- Exercise prompt
Copy every line from the data below in which the string "contrast" can be found.

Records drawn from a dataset

---

//! Quantiles and distribution functions of the standard normal and Student t
//! distributions, with their arguments checked so that a bad probability is
//! an error instead of a panic, and the upper tail probabilities of the
//! chi-square and F distributions used by tests. They wrap the `statrs`
//! implementations. This is the one place any stage takes a quantile from.

use crate::{Error, Result};
use statrs::distribution::{Continuous, ContinuousCDF, Normal, StudentsT};

fn check_p(p: f64, what: &str) -> Result<()> {
    if p > 0.0 && p < 1.0 {
        Ok(())
    } else {
        Err(Error::Numerical(format!(
            "{what}: probability {p} is outside (0, 1)"
        )))
    }
}

/// The standard normal quantile Φ⁻¹(p), for p in (0, 1).
pub fn normal_quantile(p: f64) -> Result<f64> {
    check_p(p, "normal quantile")?;
    Ok(Normal::standard().inverse_cdf(p))
}

/// The standard normal distribution function Φ(x).
pub fn normal_cdf(x: f64) -> f64 {
    Normal::standard().cdf(x)
}

/// The quantile of Student's t distribution with `df` degrees of freedom,
/// for p in (0, 1) and df > 0. The value from inverting the regularized
/// incomplete beta function loses a few digits for large df (about 1e-8
/// relative at df = 5000), so it is polished by Newton steps on the
/// distribution function.
pub fn t_quantile(p: f64, df: f64) -> Result<f64> {
    check_p(p, "t quantile")?;
    if !(df > 0.0 && df.is_finite()) {
        return Err(Error::Numerical(format!(
            "t quantile: degrees of freedom {df} must be positive and finite"
        )));
    }
    if df > LARGE_DF {
        return Ok(t_quantile_large_df(normal_quantile(p)?, df));
    }
    let t = StudentsT::new(0.0, 1.0, df)
        .map_err(|e| Error::Numerical(format!("t distribution with df {df}: {e}")))?;
    let mut x = t.inverse_cdf(p);
    for _ in 0..3 {
        let density = t.pdf(x);
        if !(density > 0.0 && x.is_finite()) {
            break;
        }
        let step = (t.cdf(x) - p) / density;
        if !step.is_finite() {
            break;
        }
        x -= step;
        if step.abs() <= 1e-15 * x.abs().max(1.0) {
            break;
        }
    }
    Ok(x)
}

/// Above this many degrees of freedom the t quantile comes from its
/// expansion around the normal quantile: statrs's inversion does not return
/// for df of about 1e8 and more, and its distribution function loses
/// accuracy there.
pub const LARGE_DF: f64 = 1e5;

/// The Cornish-Fisher expansion of the t quantile in powers of 1/df, from
/// the normal quantile `z` (Abramowitz & Stegun, Handbook of Mathematical
/// Functions, 1964, 26.7.5, from memory; checked against scipy in
/// tests/sensitivity.rs). Above [`LARGE_DF`] the first omitted term is below
/// 1e-20.
fn t_quantile_large_df(z: f64, df: f64) -> f64 {
    let z2 = z * z;
    let g1 = z * (z2 + 1.0) / 4.0;
    let g2 = z * ((5.0 * z2 + 16.0) * z2 + 3.0) / 96.0;
    let g3 = z * (((3.0 * z2 + 19.0) * z2 + 17.0) * z2 - 15.0) / 384.0;
    let g4 = z * ((((79.0 * z2 + 776.0) * z2 + 1482.0) * z2 - 1920.0) * z2 - 945.0) / 92160.0;
    z + (g1 + (g2 + (g3 + g4 / df) / df) / df) / df
}

/// The two-sided critical value for a `level` interval: the normal quantile
/// at (1 + level) / 2.
pub fn normal_critical(level: f64) -> Result<f64> {
    check_p(level, "interval level")?;
    normal_quantile(0.5 + level / 2.0)
}

/// The two-sided critical value for a `level` interval from Student's t with
/// `df` degrees of freedom.
pub fn t_critical(level: f64, df: f64) -> Result<f64> {
    check_p(level, "interval level")?;
    t_quantile(0.5 + level / 2.0, df)
}

/// The upper tail probability P(X > x) of the chi-square distribution with
/// `df` degrees of freedom (the regularized upper incomplete gamma function
/// Q(df/2, x/2)); 1 for x <= 0, NaN for a bad `df`.
pub fn chi_square_sf(x: f64, df: f64) -> f64 {
    if !(df > 0.0 && df.is_finite()) || x.is_nan() {
        return f64::NAN;
    }
    if x <= 0.0 {
        return 1.0;
    }
    if x.is_infinite() {
        return 0.0;
    }
    statrs::function::gamma::gamma_ur(df / 2.0, x / 2.0)
}

/// The upper tail probability P(F > x) of the F distribution with `df1` and
/// `df2` degrees of freedom, as the regularized incomplete beta function
/// I_{df2/(df2 + df1 x)}(df2/2, df1/2) (Abramowitz & Stegun 26.6.2), written
/// so that small tail probabilities keep their relative precision; 1 for
/// x <= 0, NaN for bad degrees of freedom.
pub fn f_sf(x: f64, df1: f64, df2: f64) -> f64 {
    if !(df1 > 0.0 && df1.is_finite() && df2 > 0.0 && df2.is_finite()) || x.is_nan() {
        return f64::NAN;
    }
    if x <= 0.0 {
        return 1.0;
    }
    if x.is_infinite() {
        return 0.0;
    }
    statrs::function::beta::beta_reg(df2 / 2.0, df1 / 2.0, df2 / (df2 + df1 * x))
}

#[cfg(test)]
mod tests {
    use super::*;

    // Textbook values (common practice, no source): z_0.975 = 1.959963984540054.
    #[test]
    fn normal_values() {
        assert!((normal_quantile(0.975).unwrap() - 1.959963984540054).abs() < 1e-9);
        // statrs computes erf by rational approximations good to about 1e-11.
        assert!((normal_cdf(1.959963984540054) - 0.975).abs() < 1e-10);
        assert!(normal_quantile(1.0).is_err());
        assert!(normal_quantile(f64::NAN).is_err());
    }

    #[test]
    fn bad_df_is_an_error() {
        assert!(t_quantile(0.5, 0.0).is_err());
        assert!(t_quantile(0.5, f64::INFINITY).is_err());
    }

    // Closed forms (common practice, no source): chi-square with 2 df has
    // P(X > x) = exp(-x/2); F(2, d) has P(F > x) = (1 + 2x/d)^(-d/2).
    // statrs's incomplete gamma and beta functions are good to about 1e-14.
    #[test]
    fn tail_probabilities_match_closed_forms() {
        for x in [0.1f64, 1.0, 5.0, 30.0, 200.0] {
            let want = (-x / 2.0).exp();
            assert!((chi_square_sf(x, 2.0) / want - 1.0).abs() < 1e-12, "{x}");
            for d in [3.0, 10.0, 250.0] {
                let want = (1.0 + 2.0 * x / d).powf(-d / 2.0);
                assert!((f_sf(x, 2.0, d) / want - 1.0).abs() < 1e-12, "{x} {d}");
            }
        }
        assert_eq!(chi_square_sf(0.0, 3.0), 1.0);
        assert_eq!(f_sf(-1.0, 2.0, 3.0), 1.0);
        assert!(chi_square_sf(1.0, 0.0).is_nan());
        assert!(f_sf(1.0, 2.0, f64::INFINITY).is_nan());
    }
}
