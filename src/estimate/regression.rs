//! Standardization (the parametric g-formula; Robins 1986, Math Modelling
//! 7:1393-1512; Hernán & Robins, *What If*, 2020, ch. 13): fit the outcome
//! model, predict every row with the exposure set to each value, and average
//! the predictions over the estimand's population (everyone, the exposed
//! or the unexposed). The standard error stacks the outcome model's score
//! equations with the two averages (M-estimation; Stefanski & Boos, Am Stat
//! 2002;56:29-38), so it accounts for both the fitted coefficients and the
//! averaging over covariates.

use super::contrast::{Arms, effect, interval};
use super::outcome::OutcomeModel;
use super::{Estimate, Means, Method, Problem, Warm};
use crate::data::Setting;
use crate::{Error, Result};

/// Standardization over the outcome model.
pub struct Regression;

/// Weighted mean of `m` over `u` (`u` = frequency x group).
fn mean(m: &[f64], u: &[f64]) -> f64 {
    let (s, t) = m
        .iter()
        .zip(u)
        .fold((0.0, 0.0), |(s, t), (m, u)| (s + m * u, t + u));
    s / t
}

/// Frequency weight times estimand-group membership for every row.
pub(crate) fn group_weights(p: &Problem, freq: Option<&[f64]>) -> Vec<f64> {
    (0..p.n())
        .map(|i| freq.map_or(1.0, |f| f[i]) * p.group(i))
        .collect()
}

impl Regression {
    fn fit<'a>(&self, p: &'a Problem, freq: Option<&[f64]>, warm: Option<&Warm>) -> Result<OutcomeModel<'a>> {
        OutcomeModel::fit(p, freq, warm)
    }
}

impl Method for Regression {
    fn name(&self) -> &'static str {
        "regression"
    }

    fn point(&self, p: &Problem, freq: Option<&[f64]>, warm: Option<&Warm>) -> Result<f64> {
        let m = self.fit(p, freq, warm)?;
        let u = group_weights(p, freq);
        let (s1, s0) = p.settings();
        effect(
            p.spec.scale,
            mean(&m.predict(p, s1), &u),
            mean(&m.predict(p, s0), &u),
        )
    }

    fn estimate(&self, p: &Problem) -> Result<Estimate> {
        let m = self.fit(p, None, None)?;
        let u = group_weights(p, None);
        let total: f64 = u.iter().sum();
        if total <= 0.0 {
            return Err(Error::input(format!(
                "no row belongs to the {} population",
                p.spec.estimand
            )));
        }
        let observed = m.predict(p, Setting::Observed);
        let (s1, s0) = p.settings();
        let arm = |s: Setting| {
            let pred = m.predict(p, s);
            let mu = mean(&pred, &u);
            let scaled: Vec<f64> = u.iter().map(|g| g / total).collect();
            let k = m.gradient(p, s, &pred, &scaled);
            let infl = m.influence(p, &k, &observed);
            let phi: Vec<f64> = (0..p.n())
                .map(|i| u[i] * (pred[i] - mu) / total + infl[i])
                .collect();
            (mu, phi)
        };
        let (mu1, phi1) = arm(s1);
        let (mu0, phi0) = arm(s0);
        let arms = Arms { mu1, mu0, phi1, phi0 };
        let (estimate, std_error, ci) = interval(p.spec.scale, &arms, p.spec.level)?;
        let mut warnings = Vec::new();
        if let Some(s) = &m.separation {
            warnings.push(format!(
                "outcome model shows {s}; predictions near 0 or 1 are unstable"
            ));
        }
        let model = if m.binary {
            "logistic regression"
        } else {
            "least squares"
        };
        let products: Vec<String> = m
            .design
            .terms()
            .iter()
            .filter(|t| t.factors.len() > 1 && t.uses(p.exposure))
            .map(|t| t.name.clone())
            .collect();
        let mut notes = vec![format!(
            "outcome model: {model} on the exposure and the adjustment terms{}",
            if products.is_empty() {
                String::new()
            } else {
                format!(", with products {}", products.join(", "))
            }
        )];
        if !p.binary_exposure() {
            notes.push(match p.spec.contrast {
                Some((a, b)) => format!("effect of setting the exposure to {b} rather than {a}"),
                None => "effect of raising the exposure by one unit from its observed values".into(),
            });
        }
        Ok(Estimate {
            method: self.name().into(),
            estimand: p.spec.estimand,
            scale: p.spec.scale,
            estimate,
            std_error,
            ci,
            ci_method: "sandwich".into(),
            level: p.spec.level,
            means: Some(Means {
                exposed: arms.mu1,
                unexposed: arms.mu0,
            }),
            notes,
            warnings,
            warm: Warm {
                propensity: None,
                outcome: Some(m.coef.clone()),
                ..Warm::default()
            },
        })
    }
}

---

- Answer box
use super::contrast::{Arms, effect, interval};
            notes.push(match p.spec.contrast {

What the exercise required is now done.